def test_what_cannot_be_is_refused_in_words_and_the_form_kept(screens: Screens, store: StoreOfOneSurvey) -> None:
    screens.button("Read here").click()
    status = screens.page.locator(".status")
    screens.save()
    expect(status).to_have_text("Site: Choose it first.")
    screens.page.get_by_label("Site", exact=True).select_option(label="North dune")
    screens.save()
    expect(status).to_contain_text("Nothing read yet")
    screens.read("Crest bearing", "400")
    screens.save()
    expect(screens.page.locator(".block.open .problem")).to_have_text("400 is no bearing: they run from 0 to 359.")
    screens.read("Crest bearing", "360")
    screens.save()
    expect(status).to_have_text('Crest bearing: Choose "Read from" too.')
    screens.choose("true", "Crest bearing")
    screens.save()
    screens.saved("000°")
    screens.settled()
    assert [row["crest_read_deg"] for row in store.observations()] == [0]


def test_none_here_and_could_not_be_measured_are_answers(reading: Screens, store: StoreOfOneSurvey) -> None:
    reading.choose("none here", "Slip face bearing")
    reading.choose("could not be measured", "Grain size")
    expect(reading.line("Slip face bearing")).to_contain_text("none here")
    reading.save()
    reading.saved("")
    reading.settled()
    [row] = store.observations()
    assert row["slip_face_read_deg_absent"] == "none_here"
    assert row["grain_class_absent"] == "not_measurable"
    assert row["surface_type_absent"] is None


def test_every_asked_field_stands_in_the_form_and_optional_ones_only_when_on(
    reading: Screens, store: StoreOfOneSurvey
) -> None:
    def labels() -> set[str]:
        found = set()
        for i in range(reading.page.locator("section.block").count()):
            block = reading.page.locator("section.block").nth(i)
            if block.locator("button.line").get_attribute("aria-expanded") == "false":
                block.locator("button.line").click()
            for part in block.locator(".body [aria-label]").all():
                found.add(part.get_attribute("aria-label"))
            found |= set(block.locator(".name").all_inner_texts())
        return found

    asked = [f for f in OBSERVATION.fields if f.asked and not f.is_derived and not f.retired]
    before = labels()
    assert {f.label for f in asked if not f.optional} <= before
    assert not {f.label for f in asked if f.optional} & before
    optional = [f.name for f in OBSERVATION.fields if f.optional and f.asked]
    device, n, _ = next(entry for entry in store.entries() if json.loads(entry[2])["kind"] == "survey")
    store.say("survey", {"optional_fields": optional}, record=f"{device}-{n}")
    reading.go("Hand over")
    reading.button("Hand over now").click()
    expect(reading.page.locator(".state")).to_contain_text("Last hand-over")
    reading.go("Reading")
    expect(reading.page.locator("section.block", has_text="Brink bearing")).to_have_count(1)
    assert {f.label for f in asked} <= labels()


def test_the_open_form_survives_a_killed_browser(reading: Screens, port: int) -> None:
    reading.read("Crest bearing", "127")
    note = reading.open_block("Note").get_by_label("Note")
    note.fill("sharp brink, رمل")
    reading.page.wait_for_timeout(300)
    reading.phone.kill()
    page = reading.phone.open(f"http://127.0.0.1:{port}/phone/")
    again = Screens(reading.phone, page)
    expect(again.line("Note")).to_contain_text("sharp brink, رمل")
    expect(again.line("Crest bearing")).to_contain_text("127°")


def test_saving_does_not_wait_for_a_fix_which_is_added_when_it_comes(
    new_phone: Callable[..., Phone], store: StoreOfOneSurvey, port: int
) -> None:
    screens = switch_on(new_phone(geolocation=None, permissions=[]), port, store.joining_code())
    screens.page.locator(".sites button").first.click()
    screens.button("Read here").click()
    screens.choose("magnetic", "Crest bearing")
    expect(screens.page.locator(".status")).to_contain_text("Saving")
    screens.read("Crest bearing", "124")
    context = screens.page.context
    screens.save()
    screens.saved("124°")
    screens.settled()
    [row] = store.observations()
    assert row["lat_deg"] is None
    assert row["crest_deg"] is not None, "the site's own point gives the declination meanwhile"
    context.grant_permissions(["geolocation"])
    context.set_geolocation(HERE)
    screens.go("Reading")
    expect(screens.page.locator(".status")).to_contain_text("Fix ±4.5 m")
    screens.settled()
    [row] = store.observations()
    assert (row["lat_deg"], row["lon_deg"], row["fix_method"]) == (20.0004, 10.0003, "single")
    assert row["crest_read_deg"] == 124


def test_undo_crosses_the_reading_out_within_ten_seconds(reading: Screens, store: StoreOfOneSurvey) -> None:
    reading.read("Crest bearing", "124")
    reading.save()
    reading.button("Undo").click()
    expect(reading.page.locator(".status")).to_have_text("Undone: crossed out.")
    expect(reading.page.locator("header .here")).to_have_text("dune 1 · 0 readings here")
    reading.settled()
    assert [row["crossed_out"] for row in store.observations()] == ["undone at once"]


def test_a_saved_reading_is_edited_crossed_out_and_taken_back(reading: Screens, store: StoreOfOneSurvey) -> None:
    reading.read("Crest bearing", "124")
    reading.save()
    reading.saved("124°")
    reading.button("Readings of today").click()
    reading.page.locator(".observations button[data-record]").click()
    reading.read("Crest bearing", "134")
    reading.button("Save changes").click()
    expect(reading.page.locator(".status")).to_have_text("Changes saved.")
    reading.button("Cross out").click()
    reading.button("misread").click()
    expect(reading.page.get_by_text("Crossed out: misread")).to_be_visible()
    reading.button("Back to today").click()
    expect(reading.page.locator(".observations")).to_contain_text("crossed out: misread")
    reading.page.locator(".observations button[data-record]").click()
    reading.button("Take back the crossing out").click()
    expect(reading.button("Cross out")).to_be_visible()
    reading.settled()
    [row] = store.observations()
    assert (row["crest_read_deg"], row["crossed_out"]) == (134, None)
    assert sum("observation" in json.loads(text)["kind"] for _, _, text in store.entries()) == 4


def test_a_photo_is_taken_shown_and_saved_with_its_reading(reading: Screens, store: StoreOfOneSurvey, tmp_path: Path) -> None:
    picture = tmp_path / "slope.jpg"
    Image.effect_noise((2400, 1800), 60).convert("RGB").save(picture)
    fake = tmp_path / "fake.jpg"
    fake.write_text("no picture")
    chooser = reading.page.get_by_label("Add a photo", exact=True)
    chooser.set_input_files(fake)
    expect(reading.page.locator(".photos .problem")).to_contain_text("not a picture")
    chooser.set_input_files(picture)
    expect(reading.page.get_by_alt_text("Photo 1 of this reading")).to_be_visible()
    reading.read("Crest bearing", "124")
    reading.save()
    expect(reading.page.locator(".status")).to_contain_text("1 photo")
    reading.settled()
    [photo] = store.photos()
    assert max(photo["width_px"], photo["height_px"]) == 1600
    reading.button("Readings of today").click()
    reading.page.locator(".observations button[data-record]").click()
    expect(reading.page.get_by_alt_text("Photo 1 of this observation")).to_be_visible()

*-*-*

**BRIEF**
Print every record exactly as it was given.

**TASK OUTPUT**
def test_what_cannot_be_is_refused_in_words_and_the_form_kept(screens: Screens, store: StoreOfOneSurvey) -> None:
    screens.button("Read here").click()
    status = screens.page.locator(".status")
    screens.save()
    expect(status).to_have_text("Site: Choose it first.")
    screens.page.get_by_label("Site", exact=True).select_option(label="North dune")
    screens.save()
    expect(status).to_contain_text("Nothing read yet")
    screens.read("Crest bearing", "400")
    screens.save()
    expect(screens.page.locator(".block.open .problem")).to_have_text("400 is no bearing: they run from 0 to 359.")
    screens.read("Crest bearing", "360")
    screens.save()
    expect(status).to_have_text('Crest bearing: Choose "Read from" too.')
    screens.choose("true", "Crest bearing")
    screens.save()
    screens.saved("000°")
    screens.settled()
    assert [row["crest_read_deg"] for row in store.observations()] == [0]


def test_none_here_and_could_not_be_measured_are_answers(reading: Screens, store: StoreOfOneSurvey) -> None:
    reading.choose("none here", "Slip face bearing")
    reading.choose("could not be measured", "Grain size")
    expect(reading.line("Slip face bearing")).to_contain_text("none here")
    reading.save()
    reading.saved("")
    reading.settled()
    [row] = store.observations()
    assert row["slip_face_read_deg_absent"] == "none_here"
    assert row["grain_class_absent"] == "not_measurable"
    assert row["surface_type_absent"] is None


def test_every_asked_field_stands_in_the_form_and_optional_ones_only_when_on(
    reading: Screens, store: StoreOfOneSurvey
) -> None:
    def labels() -> set[str]:
        found = set()
        for i in range(reading.page.locator("section.block").count()):
            block = reading.page.locator("section.block").nth(i)
            if block.locator("button.line").get_attribute("aria-expanded") == "false":
                block.locator("button.line").click()
            for part in block.locator(".body [aria-label]").all():
                found.add(part.get_attribute("aria-label"))
            found |= set(block.locator(".name").all_inner_texts())
        return found

    asked = [f for f in OBSERVATION.fields if f.asked and not f.is_derived and not f.retired]
    before = labels()
    assert {f.label for f in asked if not f.optional} <= before
    assert not {f.label for f in asked if f.optional} & before
    optional = [f.name for f in OBSERVATION.fields if f.optional and f.asked]
    device, n, _ = next(entry for entry in store.entries() if json.loads(entry[2])["kind"] == "survey")
    store.say("survey", {"optional_fields": optional}, record=f"{device}-{n}")
    reading.go("Hand over")
    reading.button("Hand over now").click()
    expect(reading.page.locator(".state")).to_contain_text("Last hand-over")
    reading.go("Reading")
    expect(reading.page.locator("section.block", has_text="Brink bearing")).to_have_count(1)
    assert {f.label for f in asked} <= labels()


def test_the_open_form_survives_a_killed_browser(reading: Screens, port: int) -> None:
    reading.read("Crest bearing", "127")
    note = reading.open_block("Note").get_by_label("Note")
    note.fill("sharp brink, رمل")
    reading.page.wait_for_timeout(300)
    reading.phone.kill()
    page = reading.phone.open(f"http://127.0.0.1:{port}/phone/")
    again = Screens(reading.phone, page)
    expect(again.line("Note")).to_contain_text("sharp brink, رمل")
    expect(again.line("Crest bearing")).to_contain_text("127°")


def test_saving_does_not_wait_for_a_fix_which_is_added_when_it_comes(
    new_phone: Callable[..., Phone], store: StoreOfOneSurvey, port: int
) -> None:
    screens = switch_on(new_phone(geolocation=None, permissions=[]), port, store.joining_code())
    screens.page.locator(".sites button").first.click()
    screens.button("Read here").click()
    screens.choose("magnetic", "Crest bearing")
    expect(screens.page.locator(".status")).to_contain_text("Saving")
    screens.read("Crest bearing", "124")
    context = screens.page.context
    screens.save()
    screens.saved("124°")
    screens.settled()
    [row] = store.observations()
    assert row["lat_deg"] is None
    assert row["crest_deg"] is not None, "the site's own point gives the declination meanwhile"
    context.grant_permissions(["geolocation"])
    context.set_geolocation(HERE)
    screens.go("Reading")
    expect(screens.page.locator(".status")).to_contain_text("Fix ±4.5 m")
    screens.settled()
    [row] = store.observations()
    assert (row["lat_deg"], row["lon_deg"], row["fix_method"]) == (20.0004, 10.0003, "single")
    assert row["crest_read_deg"] == 124


def test_undo_crosses_the_reading_out_within_ten_seconds(reading: Screens, store: StoreOfOneSurvey) -> None:
    reading.read("Crest bearing", "124")
    reading.save()
    reading.button("Undo").click()
    expect(reading.page.locator(".status")).to_have_text("Undone: crossed out.")
    expect(reading.page.locator("header .here")).to_have_text("dune 1 · 0 readings here")
    reading.settled()
    assert [row["crossed_out"] for row in store.observations()] == ["undone at once"]


def test_a_saved_reading_is_edited_crossed_out_and_taken_back(reading: Screens, store: StoreOfOneSurvey) -> None:
    reading.read("Crest bearing", "124")
    reading.save()
    reading.saved("124°")
    reading.button("Readings of today").click()
    reading.page.locator(".observations button[data-record]").click()
    reading.read("Crest bearing", "134")
    reading.button("Save changes").click()
    expect(reading.page.locator(".status")).to_have_text("Changes saved.")
    reading.button("Cross out").click()
    reading.button("misread").click()
    expect(reading.page.get_by_text("Crossed out: misread")).to_be_visible()
    reading.button("Back to today").click()
    expect(reading.page.locator(".observations")).to_contain_text("crossed out: misread")
    reading.page.locator(".observations button[data-record]").click()
    reading.button("Take back the crossing out").click()
    expect(reading.button("Cross out")).to_be_visible()
    reading.settled()
    [row] = store.observations()
    assert (row["crest_read_deg"], row["crossed_out"]) == (134, None)
    assert sum("observation" in json.loads(text)["kind"] for _, _, text in store.entries()) == 4


def test_a_photo_is_taken_shown_and_saved_with_its_reading(reading: Screens, store: StoreOfOneSurvey, tmp_path: Path) -> None:
    picture = tmp_path / "slope.jpg"
    Image.effect_noise((2400, 1800), 60).convert("RGB").save(picture)
    fake = tmp_path / "fake.jpg"
    fake.write_text("no picture")
    chooser = reading.page.get_by_label("Add a photo", exact=True)
    chooser.set_input_files(fake)
    expect(reading.page.locator(".photos .problem")).to_contain_text("not a picture")
    chooser.set_input_files(picture)
    expect(reading.page.get_by_alt_text("Photo 1 of this reading")).to_be_visible()
    reading.read("Crest bearing", "124")
    reading.save()
    expect(reading.page.locator(".status")).to_contain_text("1 photo")
    reading.settled()
    [photo] = store.photos()
    assert max(photo["width_px"], photo["height_px"]) == 1600
    reading.button("Readings of today").click()
    reading.page.locator(".observations button[data-record]").click()
    expect(reading.page.get_by_alt_text("Photo 1 of this observation")).to_be_visible()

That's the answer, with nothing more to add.